Cloud Client Library (google-cloud-python)
The GCS and BQ libraries currently use HTTP Transports. To enable proxy support, use the env_variable:
export https_proxy=http://user1:[email protected]:3128
Once that is set, the sample application will contact the proxy for both the authentication and api call:
from google.cloud import storage
client = storage.Client(project="your_project")
for b in client.list_buckets():
print(b.name)
Meaning in the proxy access logs, you would see:
1506979122.959 1516 172.17.0.1 TCP_MISS/200 5384 CONNECT accounts.google.com:443 - HIER_DIRECT/172.217.27.237 -
1506979122.959 741 172.17.0.1 TCP_MISS/200 11476 CONNECT www.googleapis.com:443 - HIER_DIRECT/172.217.31.42 -
The PubSub library uses gRPC so you need to enable both environment variables:
export http_proxy=http://localhost:3128
export https_proxy=http://localhost:3128
Then with the sample API call for pubsub:
from google.cloud import pubsub
client = pubsub.PublisherClient()
project_path = client.project_path('your_project')

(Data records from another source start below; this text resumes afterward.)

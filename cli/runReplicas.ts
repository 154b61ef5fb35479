/**
 * `tenuis run --replicas N`: N replicas of the case on worker threads (one per core is the useful maximum), merged
 * into one result. Ctrl-C cancels every replica after its current chunk and keeps all samples; a replica whose worker
 * dies is reported, and its samples up to its last safety snapshot are kept.
 */
import type { Case } from '../engine/case/schema';
import type { SampleSet } from '../engine/results/sampleSet';
import { runReplicaPool, type ReplicaReport } from '../workers/replicaPool';
import { nodeReplicaFactory } from '../workers/nodeReplica';
import type { Progress } from './progress';

export interface ReplicaRunOutcome {
  readonly merged: SampleSet | null;
  readonly replicas: readonly ReplicaReport[];
  readonly cancelled: boolean;
  readonly wallSeconds: number;
  readonly particleSteps: number;
}

export async function runReplicas(
  caseData: Case,
  replicas: number,
  o: { progress?: Progress; isInterrupted: () => boolean; workerUrl?: URL },
): Promise<ReplicaRunOutcome> {
  const t0 = performance.now();
  const pool = runReplicaPool({
    caseInput: caseData,
    replicas,
    createReplica: nodeReplicaFactory(o.workerUrl),
    onProgress: (p) => {
      const live = p.replicas.filter((r, k) => r && !p.lost.includes(k));
      if (live.length) o.progress?.update(Math.round(live.reduce((s, r) => s + r!.stepsDone, 0) / live.length));
    },
  });
  let cancelled = false;
  const watch = setInterval(() => {
    if (!cancelled && o.isInterrupted()) {
      cancelled = true;
      pool.cancel();
    }
  }, 100);
  try {
    const outcome = await pool.done;
    return {
      merged: outcome.merged,
      replicas: outcome.replicas,
      cancelled,
      wallSeconds: (performance.now() - t0) / 1000,
      particleSteps: outcome.replicas.reduce((s, r) => s + r.particleSteps, 0),
    };
  } finally {
    clearInterval(watch);
  }
}

/** What replicas.json says of each replica. */
export function replicaReportJson(r: ReplicaReport) {
  return {
    stream: r.stream,
    status: r.status,
    ...(r.reason ? { reason: r.reason } : {}),
    stepsDone: r.stepsDone,
    sampledSteps: r.samples?.counters.sampledSteps ?? 0,
    particleSteps: r.particleSteps,
    wallSeconds: r.wallSeconds,
  };
}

for topic in client.list_topics(project_path):
print(topic)
Once the environment variables are set, you will see the authentication and PubSub RPC call in the squid proxy access logs (described below)
1506979250.018 1870 172.17.0.1 TCP_MISS/200 5134 CONNECT pubsub.googleapis.com:443 - HIER_DIRECT/172.217.26.138 -
1506979250.021 1768 172.17.0.1 TCP_MISS/200 5438 CONNECT accounts.google.com:443 - HIER_DIRECT/172.217.27.237 -
Note: http_proxy= variable only passes through the API call via the proxy while https_proxy covers the authentication call. Which means you need to set both environment variables.
JAVA google-cloud-java
For java, you can set the well known environment variables as described here:
https://github.com/GoogleCloudPlatform/google-cloud-java#using-a-proxy
For HTTP-only requests, there are several options depending on your needs,
The following env variables will force all calls via the proxy
System.setProperty("https.proxyHost", "localhost");
System.setProperty("https.proxyPort", "3128");
If your proxy requires BASIC auth, you may want to use an Authenticator to handle proxy negotiations.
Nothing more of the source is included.